■ Work to complete ■
Output only the lines from the start of the entries through the line holding "factoredFunctions, type FactoredFunction". Each line must match the original exactly.

Stored items:
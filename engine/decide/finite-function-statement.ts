import type { Budget } from '../arith/budget';
import type { Element } from '../expression/element';
import type { Expression } from '../expression/expression';
import { Refusal } from '../expression/refusal';
import type { Span } from '../expression/span';
import { factoredFunctions, type FactoredFunction } from '../field/factored-function';
import { comparePolynomials, factorOverFinite } from '../field/factor-finite';
import type { Field, FiniteField } from '../field/field';
import { functionField, type FunctionField } from '../field/function-field';
import type { Polynomial } from '../field/polynomial';
import { finitePolynomialTools } from '../field/polynomial-tools';
import { functionSight, type FunctionEntry, type FunctionSight } from '../place/function-entry';
import { finitePlace, type FunctionPlace } from '../place/function-place';
import { classedUnit } from '../ring/field-units';
import { lower } from '../ring/lower';
import { mappedRing } from '../ring/mapped-ring';
import { residueClassRing, type ResidueClass } from '../ring/residue-class-ring';
import type { GradedRing } from '../ring/graded-ring';
import type { Term } from '../ring/term';
import { fieldUnits } from '../ring/field-units';
import { unitReader } from './read-unit';
import { termsByIndex } from './terms-by-index';

/** Words over k(t), k finite, in kernel form, with the places at which they ramify. */
export interface FiniteFunctionStatement<E> {
  readonly base: FiniteField<E>;
  readonly functions: FunctionField<E>;
  readonly written: Field<FactoredFunction<E>>;
  readonly sides: readonly (readonly Term<FunctionEntry<E>>[])[];
  readonly sight: FunctionSight<E>;
  /** The indices of the places in sight, by degree and then by the coefficients from the top. */
  order(): readonly number[];
  place(index: number): FunctionPlace<E, unknown>;
  /** The terms of a side that ramify at the place with this index, in order. */
  terms(side: number, index: number): readonly Term<FunctionEntry<E>>[];
  /** [f] ↦ [leading coefficient]: the specialisation at infinity with uniformizer 1/t. */
  readonly atInfinity: GradedRing<FunctionEntry<E>, ResidueClass<E>>;
}

/** Reads the entries of expressions as units of k(letter). */
export function finiteFunctionStatement<E>(
  base: FiniteField<E>,
  letter: string,
  expressions: readonly Expression[],
  budget: Budget,
): FiniteFunctionStatement<E> {
  const functions = functionField(base, letter, finitePolynomialTools(base, budget));
  const written = factoredFunctions(functions);
  const sight = functionSight(
    base,
    (c) => base.index(c).toString(36),
    (f, at) => placed(at, () => factorOverFinite(base, f, budget).factors),
  );
  const read = unitReader(written, budget);
  const entry = (element: Element): FunctionEntry<E> => sight.entry(read(element), element.at);
  const sides = expressions.map((side) => lower(side, entry));
  const { places } = sight;
  const bySide = sides.map((side) => termsByIndex(side, places.length));
  return {
    base,
    functions,
    written,
    sides,
    sight,
    order: () => [...places.keys()].sort((i, j) => comparePlaces(base, places, i, j)),
    place: (index) => finitePlace(base, letter, functions.tools, places, index),
    terms: (side, index) => bySide[side]?.(index) ?? [],
    atInfinity: mappedRing(residueClassRing(fieldUnits(base)), ({ lead }) => classedUnit(base, lead)),
  };
}

/** The fixed order of places: by degree, then by the coefficients from the top. */
export const comparePlaces = <E>(
  base: FiniteField<E>,
  places: readonly Polynomial<E>[],
  i: number,
  j: number,
): number => comparePolynomials(base, places[i] ?? [], places[j] ?? []);

/** Runs a factorisation; a budget that ends inside it is about the entry at hand. */
export function placed<T>(at: Span | undefined, work: () => T): T {
  try {
    return work();
  } catch (error) {
    if (error instanceof Refusal && error.code === 'budget' && error.at === undefined)
      throw new Refusal('budget', error.message, at);
    throw error;
  }
}
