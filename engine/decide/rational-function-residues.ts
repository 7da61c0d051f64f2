import type { Budget } from '../arith/budget';
import type { Int } from '../arith/int';
import { integerElement, letterElement, quotientElement, type Element } from '../expression/element';
import { Refusal } from '../expression/refusal';
import { elementText } from '../expression/to-text';
import { factorOverRationals } from '../field/factor-rational';
import { degree as degreeOf, type Polynomial } from '../field/polynomial';
import { rationals, type Rational } from '../field/rational';
import { writePolynomial } from '../field/write-polynomial';
import type { FunctionEntry } from '../place/function-entry';
import { reductionsAt, reductionsAtInfinity, type Reductions } from '../place/reduced-entry';
import { degreesOf } from '../ring/degrees';
import type { Term } from '../ring/term';
import { total, zeroExpression } from '../ring/write-word';
import { checkOnePlace, noUniformizer, readFunctionPlaces, type AskedPlace } from './asked-place';
import { residueClasses, specialisationClasses } from './function-classes';
import { numberPlaces } from './function-number-classes';
import type { FunctionStatement } from './function-statement';
import { NumberArithmetic } from './number-arithmetic';
import type { NumberClasses, NumberUnit } from './number-classes';
import { NumberValue } from './number-value';
import { writeNumberClass } from './number-writing';
import { zeroTest } from './number-zero';
import type { Residue, ResiduesOutcome } from './outcome';
import { rationalFindings } from './rational-findings';
import { writtenOverRationals } from './rational-writing';
import { unitReader } from './read-unit';

type Terms = readonly Term<FunctionEntry<Rational>>[];

/** The index of a place among those in sight, or infinity. */
type Placed = number | 'infinity';

/**
 * Residue and specialisation of a class of K^MW_*(ℚ(t)) at the places asked for or at every place where it ramifies, infinity included.
 * Uniformizers by default: P, and 1/t at infinity. Against uπ in place of π the residue is multiplied by ⟨ū⟩ (F. Morel, LNM 2052, ch. 3). A
 * `uniformizer` goes with exactly one place. Where it cannot be told whether a residue is zero that is refused (`not-yet`).
 */
export function rationalFunctionResidues(
  statement: FunctionStatement<Rational>,
  asked: readonly AskedPlace[] | undefined,
  uniformizer: Element | undefined,
  budget: Budget,
): ResiduesOutcome {
  const { functions, sight } = statement;
  const inSight: readonly Placed[] = [...statement.order(), 'infinity'];
  const residues = new RationalFunctionResidues(statement, budget);
  if (asked === undefined) {
    if (uniformizer !== undefined) checkOnePlace(undefined, uniformizer);
    const ramified = inSight.filter((place) => !residues.isZero(place));
    return { residues: ramified.map((place) => residues.at(place)), unramifiedElsewhere: true };
  }
  const factor = (f: Polynomial<Rational>) => factorOverRationals(f, budget).factors;
  const places = readFunctionPlaces(functions, asked, factor, budget).map((place): Placed =>
    place === 'infinity' ? place : sight.index(place),
  );
  if (uniformizer !== undefined) checkOnePlace(places.length, uniformizer);
  const listed = new Set(places);
  return {
    residues: places.map((place) => residues.at(place, uniformizer)),
    unramifiedElsewhere: inSight.every((place) => listed.has(place) || residues.isZero(place)),
  };
}

class RationalFunctionResidues {
  private readonly terms: Terms;

  constructor(
    private readonly statement: FunctionStatement<Rational>,
    private readonly budget: Budget,
  ) {
    this.terms = statement.sides[0] ?? [];
  }

  isZero(place: Placed): boolean {
    const { statement, budget } = this;
    const ramified = place === 'infinity' ? this.terms : statement.terms(0, place);
    if (!this.isNumberPlace(place)) {
      const classes = residueClasses([ramified, []], this.reductions(place));
      return rationalFindings(classes, budget).every(({ same }) => same);
    }
    const classes = numberPlaces(statement, budget).residues([ramified], place);
    const arithmetic = new NumberArithmetic(classes.field, classes.generators, budget);
    const value = new NumberValue(classes, arithmetic, ramified, budget);
    return classes.degrees(ramified).every((own) => this.settled(zeroTest(value, own, arithmetic).zero, place));
  }

  at(place: Placed, typed?: Element): Residue {
    const { statement, budget } = this;
    const value = typed && unitReader(statement.written, budget)(typed);
    const parameter = value && statement.sight.entry(value, typed.at);
    if (typed !== undefined && parameter !== undefined) this.checkUniformizer(place, typed, parameter);
    const uniformizer = value === undefined ? this.uniformizer(place) : statement.written.write(value);
    return this.isNumberPlace(place)
      ? this.overNumberField(place, uniformizer, parameter)
      : this.overRationals(place, uniformizer, parameter);
  }

  private isNumberPlace(place: Placed): place is number {
    return place !== 'infinity' && degreeOf(this.statement.sight.places[place]!) > 1;
  }

  private reductions(place: Placed, parameter?: Rational): Reductions {
    return place === 'infinity'
      ? reductionsAtInfinity(parameter)
      : reductionsAt(this.statement.sight.places, place, parameter);
  }

  private uniformizer(place: Placed): Element {
    const { functions, sight } = this.statement;
    return place === 'infinity'
      ? quotientElement(integerElement(1n), letterElement(functions.generator))
      : writePolynomial(rationals, sight.places[place]!, functions.generator);
  }

  private nameOf(place: Placed): string {
    return place === 'infinity' ? place : elementText(this.uniformizer(place));
  }

  private checkUniformizer(place: Placed, typed: Element, { degree, exponents }: FunctionEntry<Rational>): void {
    let valuation: Int = place === 'infinity' ? -degree : 0;
    for (let i = 0; i < exponents.length; i += 2) if (exponents[i] === place) valuation = exponents[i + 1] ?? 0;
    if (valuation !== 1)
      throw noUniformizer(typed, `${valuation}`, this.nameOf(place), elementText(this.uniformizer(place)));
  }

  private overRationals(place: Placed, uniformizer: Element, parameter?: FunctionEntry<Rational>): Residue {
    const { terms, budget } = this;
    const w = parameter && this.reductions(place).at(parameter).rational.value;
    const classes = residueClasses([terms, []], this.reductions(place, w));
    const findings = rationalFindings(classes, budget);
    const ramified = new Set(findings.filter(({ same }) => !same).map(({ degree }) => degree));
    const residue = writtenOverRationals(classes, 0, budget).filter(({ degree }) => ramified.has(degree));
    const special = writtenOverRationals(specialisationClasses([terms], this.reductions(place, w)), 0, budget);
    return {
      place: this.nameOf(place),
      residueField: rationals.name,
      uniformizer,
      value: total(residue.map(({ normalForm }) => normalForm)),
      degree: residue[0]?.degree ?? this.topDegree() - 1,
      zero: residue.length === 0,
      specialisation: total(special.map(({ normalForm }) => normalForm)),
    };
  }

  private overNumberField(place: number, uniformizer: Element, parameter?: FunctionEntry<Rational>): Residue {
    const { terms, budget, statement } = this;
    const numbers = numberPlaces(statement, budget);
    const residue = this.written(numbers.residues([terms], place, parameter), place, true);
    const special = this.written(numbers.specialisations([terms], place, parameter), place, false);
    return {
      place: this.nameOf(place),
      residueField: residue.field,
      uniformizer,
      value: residue.value,
      degree: residue.top ?? this.topDegree() - 1,
      zero: residue.top === undefined,
      specialisation: special.value,
    };
  }

  /** A class over a number field, and the highest degree in which it is not zero where that is asked for. */
  private written<A extends FunctionEntry<Rational>, B extends NumberUnit>(
    classes: NumberClasses<A, B>,
    place: number,
    tested: boolean,
  ): { readonly field: string; readonly value: Residue['value']; readonly top: number | undefined } {
    const { budget } = this;
    const { field } = classes;
    const terms = classes.sides[0] ?? [];
    const arithmetic = new NumberArithmetic(field, classes.generators, budget);
    const value = new NumberValue(classes, arithmetic, terms, budget);
    let top: number | undefined;
    const words = classes.degrees(terms).map((own) => {
      const zero = tested && this.settled(zeroTest(value, own, arithmetic).zero, place);
      if (!zero) top ??= own;
      return zero ? zeroExpression : writeNumberClass(value, own, classes, arithmetic);
    });
    return { field: field.name, value: total(words), top };
  }

  private topDegree(): number {
    return degreesOf(this.terms)[0] ?? 0;
  }

  private settled(zero: boolean | undefined, place: Placed): boolean {
    if (zero !== undefined) return zero;
    throw new Refusal(
      'not-yet',
      `The residue at ${this.nameOf(place)} lies in K^MW_2 of a number field, and whether it is zero there is not decided yet. Name another place.`,
    );
  }
}
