import type { Budget } from '../arith/budget';
import { elementText } from '../expression/to-text';
import { degree } from '../field/polynomial';
import { rationals, type Rational } from '../field/rational';
import { writePolynomial } from '../field/write-polynomial';
import type { FunctionEntry } from '../place/function-entry';
import { reductionsAt, reductionsAtInfinity, type ReducedEntry } from '../place/reduced-entry';
import { total } from '../ring/write-word';
import type { Decision } from './decidable-field';
import type { Finding } from './finding';
import { residueClasses, specialisationClasses } from './function-classes';
import { numberPlaces } from './function-number-classes';
import type { FunctionStatement } from './function-statement';
import { NumberArithmetic } from './number-arithmetic';
import { numberFindings, type NumberDecision } from './number-findings';
import type { NormalizedDegree } from './outcome';
import { overRationals, type OverRationals, type WriteSide } from './over-rationals-finding';
import type { RationalClasses } from './rational-classes';
import { rationalFindings } from './rational-findings';
import { writtenOverRationals } from './rational-writing';

/**
 * What decides equality in K^MW_n(ℚ(t)): the specialisation at infinity and the residues at t − a, by what decides over ℚ; the residues at
 * places of higher degree, by what decides over number fields. J. Milnor, Algebraic K-theory and quadratic forms, Invent. Math. 9
 * (1970), Theorem 2.3; F. Morel, LNM 2052, Theorem 3.24 (number from memory). No residue is written out to be decided.
 */
export function rationalFunctionDecision(
  statement: FunctionStatement<Rational>,
  budget: Budget,
): Pick<Decision, 'findings' | 'open'> {
  const { sides, sight, terms, functions, order } = statement;
  const atInfinity = overQ(
    { map: 'specialisation', place: 'infinity', shift: 0 },
    specialisationClasses(sides, reductionsAtInfinity()),
    budget,
  );
  const numbers = numberPlaces(statement, budget);
  const residues = order().map((index): NumberDecision => {
    const ramified = [terms(0, index), terms(1, index)];
    const place = elementText(writePolynomial(rationals, sight.places[index]!, functions.generator));
    const origin = { map: 'residue', place, shift: 1 } as const;
    if (degree(sight.places[index]!) === 1) {
      const classes = residueClasses(ramified, reductionsAt(sight.places, index));
      return { findings: overQ(origin, classes, budget), open: [] };
    }
    const classes = numbers.residues(ramified, index);
    return numberFindings(origin, classes, new NumberArithmetic(classes.field, classes.generators, budget), budget);
  });
  return {
    findings: [...atInfinity, ...residues.flatMap(({ findings }) => findings)],
    open: residues.flatMap(({ open }) => open),
  };
}

type Classes = RationalClasses<FunctionEntry<Rational>, ReducedEntry>;

const overQ = (origin: Omit<OverRationals, 'write'>, classes: Classes, budget: Budget): readonly Finding[] =>
  overRationals({ ...origin, write: formWriter(classes, budget) }, rationalFindings(classes, budget));

/** Writes each side at once when one of its degrees is asked for. */
function formWriter(classes: Classes, budget: Budget): WriteSide {
  const forms: (readonly NormalizedDegree[] | undefined)[] = [];
  return (side, own) => {
    const found = (forms[side] ??= writtenOverRationals(classes, side, budget));
    return found.find((part) => part.degree === own)?.normalForm ?? total([]);
  };
}
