import type { Decision } from './decidable-field';
import type { Evidence, Verdict } from './outcome';

/** What maps say by themselves, degree by degree: a difference settles it, and what they do not see leaves it open. */
export function verdictsOf({ findings, open = [] }: Decision): ReadonlyMap<number, Verdict> {
  const verdicts = new Map<number, Verdict>();
  for (const { degree, verdict } of open)
    if (verdict || !verdicts.has(degree)) verdicts.set(degree, verdict ? 'undecided' : 'equal');
  for (const { degree, same } of findings)
    if (!same) verdicts.set(degree, 'different');
    else if (!verdicts.has(degree)) verdicts.set(degree, 'equal');
  return verdicts;
}

/** What is known modulo η and modulo h; what is open stays out. */
export function quotientsOf({ findings, open = [] }: Decision): Pick<Evidence, 'modEta' | 'modH'> {
  const modEta = findings.every((finding) => finding.sameModEta);
  const modH = findings.every((finding) => finding.sameModH);
  return {
    ...(!(modEta && open.some((part) => part.modEta)) && { modEta }),
    ...(!(modH && open.some((part) => part.modH)) && { modH }),
  };
}
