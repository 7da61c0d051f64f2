import type { Budget } from '../arith/budget';
import type { Element } from '../expression/element';
import { integerElement } from '../expression/element';
import type { Expression } from '../expression/expression';
import { mapEntries } from '../expression/map-entries';
import type { Condition } from '../expression/statement';
import { isZeroFunction, type LetterFunction } from '../field/letter-function';
import type { LetterRing } from '../field/multivariate';
import { writeLetterFunction } from '../field/write-letter-function';
import { lower } from '../ring/lower';
import type { Term } from '../ring/term';
import type { Monomial } from '../ring/word-ring';
import { minusOneElement } from '../ring/write-word';
import { characteristicOf } from './letters-characteristic';
import { generated, type Generator } from './letters-generators';
import { letterValues } from './letters-values';
import { notAUnit } from './read-unit';

/** Words with entries in letters in kernel form, over an unspecified field. */
export interface LettersStatement {
  readonly characteristic: bigint;
  readonly ring: LetterRing;
  /** The values of the entries that occur, each once; terms name them by their place here. */
  readonly entries: readonly LetterFunction[];
  readonly sides: readonly (readonly Term<number>[])[];
  readonly generators: readonly Generator[];
  readonly monomials: readonly Monomial[];
  /** The letters that are left in the entries once everything has cancelled. */
  readonly letters: readonly string[];
  /** The letters that conditions solve for, with their values. */
  readonly solved: ReadonlyMap<string, LetterFunction>;
  /** The monomial of an entry in the generators. */
  monomial(entry: Element): Monomial;
  /** An expression with every entry replaced by its value. */
  valued(expression: Expression): Expression;
}

/** Reads the entries of expressions as functions in letters, none of them zero. */
export function readStatement(
  expressions: readonly Expression[],
  conditions: readonly Condition[],
  budget: Budget,
): LettersStatement {
  const characteristic = characteristicOf(conditions, budget);
  const { ring, read, solved } = letterValues(expressions, characteristic, conditions, budget);
  const entries: LetterFunction[] = [];
  const places = new Map<string, number>();
  const place = (entry: Element): number => {
    const value = read(entry);
    if (isZeroFunction(value))
      throw notAUnit(entry, characteristic === 0n ? 'every field' : `characteristic ${characteristic}`);
    const name = nameOf(value);
    const known = places.get(name);
    if (known !== undefined) return known;
    places.set(name, entries.length);
    entries.push(value);
    return entries.length - 1;
  };
  const sides = expressions.map((expression) => lower(expression, place));
  const { generators, monomials } = generated(ring, entries);
  const letters = new Set<string>();
  for (const generator of generators)
    if (generator.kind !== 'integer')
      for (const { exponents } of generator.value)
        exponents.forEach((e, i) => {
          if (e !== 0) letters.add(ring.letters[i] ?? 'a');
        });
  const written = (entry: Element): Element => {
    const value = read(entry);
    const { num, den } = value.constant;
    const minus = characteristic === 0n ? -1n : characteristic - 1n;
    if (value.factors.size === 0 && den === 1n && (num === 1n || num === minus))
      return { ...(num === 1n ? integerElement(1n) : minusOneElement), at: entry.at };
    return { ...writeLetterFunction(ring, value), at: entry.at };
  };
  return {
    characteristic,
    ring,
    entries,
    sides,
    generators,
    monomials,
    letters: ring.letters.filter((name) => letters.has(name)),
    solved,
    monomial: (entry) => monomialAt(monomials)(place(entry)),
    valued: (expression) => mapEntries(expression, written),
  };
}

/** The monomials of entries by their places. */
export const monomialAt =
  (monomials: readonly Monomial[]) =>
  (place: number): Monomial => {
    const found = monomials[place];
    if (found === undefined) throw new RangeError('an entry that was not read');
    return found;
  };

/** Equal names for functions that are written alike. */
const nameOf = ({ constant, factors }: LetterFunction): string =>
  `${constant.num}/${constant.den} ${[...factors]
    .map(([key, { exponent }]) => `(${key})^${exponent}`)
    .sort()
    .join(' ')}`;
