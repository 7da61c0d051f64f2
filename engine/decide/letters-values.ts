import type { Budget } from '../arith/budget';
import type { Element } from '../expression/element';
import type { Expression } from '../expression/expression';
import { Refusal } from '../expression/refusal';
import { shownCondition } from '../expression/shown';
import type { Condition } from '../expression/statement';
import {
  isZeroFunction,
  multiplyFunctions,
  negateFunction,
  polynomialFunction,
  powerFunction,
  substituteInFunction,
  sumFunctions,
  type LetterFunction,
} from '../field/letter-function';
import {
  coefficientsIn,
  degreeIn,
  letterPower,
  lettersIn,
  constantPolynomial,
  multiplyMulti,
  type LetterRing,
  type MultiPolynomial,
} from '../field/multivariate';
import { multiplicity } from '../field/multivariate-division';
import { readLetterFunction } from '../field/read-letter-function';
import { forEachElement, lettersOfElement } from './letters-seen';

/** How entries in letters are read over an unspecified field of a characteristic. */
export interface LetterValues {
  readonly ring: LetterRing;
  /** The value of an element, the letters that conditions solve for replaced. */
  read(element: Element): LetterFunction;
  /** The letters that were solved for, with their values in the others. */
  readonly solved: ReadonlyMap<string, LetterFunction>;
}

/**
 * The reader of entries over an unspecified field of this characteristic (0: functions over ℚ, p: over 𝔽_p), with the letters that
 * `a = …` conditions solve for replaced. Refuses conditions that contradict themselves or cannot be solved.
 */
export function letterValues(
  expressions: readonly Expression[],
  characteristic: bigint,
  conditions: readonly Condition[],
  budget: Budget,
): LetterValues {
  const names = new Set<string>();
  for (const expression of expressions) forEachElement(expression, (entry) => lettersOfElement(entry, names));
  for (const condition of conditions) {
    if (condition.kind === 'characteristic') continue;
    lettersOfElement(condition.left, names);
    lettersOfElement(condition.right, names);
  }
  const letters = [...names].sort(compareLetters);
  const placeOf = new Map(letters.map((name, i) => [name, i]));
  const ring: LetterRing = { letters, characteristic, budget };
  const solved = new Map<string, LetterFunction>();
  const plain = letters.map((_, i) => polynomialFunction(ring, letterPower(ring, i)));
  const letterValue = (name: string): LetterFunction => {
    const value = solved.get(name) ?? plain[placeOf.get(name) ?? -1];
    if (value === undefined) throw new RangeError('a letter that was not seen');
    return value;
  };
  const read = (element: Element): LetterFunction => readLetterFunction(element, ring, letterValue);
  const difference = (condition: Condition & { kind: 'equal' | 'unequal' }): LetterFunction =>
    sumFunctions(ring, [read(condition.left), negateFunction(ring, read(condition.right))]);

  for (const condition of conditions) {
    if (condition.kind !== 'equal') continue;
    const f = difference(condition);
    if (isZeroFunction(f)) continue;
    const solution = solve(ring, f, preferred(condition));
    if (solution === undefined)
      throw new Refusal(
        'hypothesis',
        `The condition ${shownCondition(condition)} cannot be solved for a letter. Write one letter, times a product of letters, on a side of its own.`,
        condition.at,
      );
    for (const [name, value] of solved) {
      const next = substituteInFunction(ring, value, solution.letter, solution.value);
      if (next === undefined || isZeroFunction(next))
        throw new Refusal(
          'hypothesis',
          next === undefined
            ? `Under the condition ${shownCondition(condition)} a denominator of another condition is 0.`
            : `Under the condition ${shownCondition(condition)} the letter ${name} would be 0, and letters are units.`,
          condition.at,
        );
      solved.set(name, next);
    }
    solved.set(letters[solution.letter] ?? 'a', solution.value);
  }
  for (const condition of conditions)
    if (condition.kind === 'unequal' && isZeroFunction(difference(condition)))
      throw new Refusal('hypothesis', `The condition ${shownCondition(condition)} never holds.`, condition.at);
  return { ring, read, solved };
}

interface Solution {
  readonly letter: number;
  readonly value: LetterFunction;
}

/**
 * Solves f = 0 for a letter of which the numerator, multiplied out, has degree 1, with something beside it, and in front of it ± a
 * product of letters and of denominators of f: what a condition divides by is a unit.
 */
function solve(ring: LetterRing, f: LetterFunction, first: readonly string[]): Solution | undefined {
  const { num } = f.constant;
  if (ring.characteristic === 0n && num !== 1n && num !== -1n) return undefined;
  let numerator: MultiPolynomial = constantPolynomial(ring, 1n);
  const denominators: MultiPolynomial[] = [];
  for (const { base, exponent } of f.factors.values()) {
    const isLetter = base.length === 1;
    // letters are units, so they may be left out; repeated factors have no degree 1
    if (isLetter) continue;
    if (exponent < 0n) {
      denominators.push(base);
      continue;
    }
    if (exponent > 1n) return undefined;
    numerator = multiplyMulti(ring, numerator, base);
  }
  const rank = (letter: number): number => (first.includes(ring.letters[letter] ?? '') ? 0 : 1);
  for (const letter of [...lettersIn(ring, numerator)].sort((a, b) => rank(a) - rank(b) || a - b)) {
    if (degreeIn(numerator, letter) !== 1) continue;
    const parts = coefficientsIn(numerator, letter);
    const [coefficient, rest] = [parts.get(1), parts.get(0)];
    if (coefficient === undefined || rest === undefined) continue;
    const [term, more] = denominators.reduce((left, base) => multiplicity(ring, left, base).rest, coefficient);
    if (term === undefined || more !== undefined) continue;
    const unit = term.coefficient === 1n || term.coefficient === -1n || ring.characteristic !== 0n;
    if (!unit) continue;
    const value = multiplyFunctions(
      ring,
      negateFunction(ring, polynomialFunction(ring, rest)),
      powerFunction(ring, polynomialFunction(ring, coefficient), -1n),
    );
    return { letter, value };
  }
  return undefined;
}

/** The letters that stand alone on a side: they are rather solved for than others. */
const preferred = ({ left, right }: Condition & { kind: 'equal' }): readonly string[] => {
  const [side] = [left, right].filter((element) => element.kind === 'letter');
  return side?.kind === 'letter' ? [side.name] : [];
};

/** The order of letters: by name, then by index as a number, then by primes. */
function compareLetters(a: string, b: string): number {
  const parts = (name: string): readonly [string, bigint, number] => {
    const digits = /[0-9]+/.exec(name)?.[0];
    return [name.charAt(0), digits === undefined ? -1n : BigInt(digits), name.length];
  };
  const [x, y] = [parts(a), parts(b)];
  if (x[0] !== y[0]) return x[0] < y[0] ? -1 : 1;
  if (x[1] !== y[1]) return x[1] < y[1] ? -1 : 1;
  return x[2] - y[2] || (a < b ? -1 : a > b ? 1 : 0);
}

■ Answer to this task ■
filename engine/decide/finite-function-statement.ts
import type { Budget } from '../arith/budget';
import type { Element } from '../expression/element';
import type { Expression } from '../expression/expression';
import { Refusal } from '../expression/refusal';
import type { Span } from '../expression/span';
import { factoredFunctions, type FactoredFunction } from '../field/factored-function';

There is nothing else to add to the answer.